> REQUIRED WORK:
From the material below, list every line containing "query".
***
/** Parts of a site that pages read; the first words of their query keys. */
export type Area =
  'frame' | 'now' | 'rooms' | 'sensors' | 'pieces' | 'woods' | 'carries' | 'notices' | 'members' | 'refused'

/** `['site', site, area, …]`: what a query is filed under, so that a change can have it fetched again. */
export const siteKey = (site: string, area: Area, ...rest: readonly unknown[]) =>
  ['site', site, area, ...rest] as const

export type LiveKind = 'reading' | 'carry' | 'piece' | 'room' | 'sensor' | 'wood' | 'notice' | 'site'

/** Which areas a change of each kind may show in. */
export const areasOf: Record<LiveKind, readonly Area[] | 'all'> = {
  reading: ['now', 'rooms', 'sensors', 'carries', 'frame'],
  carry: ['now', 'carries', 'pieces', 'rooms'],
  piece: ['now', 'carries', 'pieces', 'rooms', 'frame'],
  room: ['now', 'rooms', 'sensors', 'pieces', 'carries', 'frame'],
  sensor: ['now', 'rooms', 'sensors', 'refused', 'frame'],
  // Other figures for a wood give other verdicts.
  wood: ['woods', 'now', 'carries', 'pieces', 'rooms'],
  notice: ['now', 'notices', 'frame'],
  site: 'all',
}

export function isLiveKind(value: unknown): value is LiveKind {
  return typeof value === 'string' && Object.hasOwn(areasOf, value)
}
***
> EXERCISE ANSWER:
/** Parts of a site that pages read; the first words of their query keys. */
/** `['site', site, area, …]`: what a query is filed under, so that a change can have it fetched again. */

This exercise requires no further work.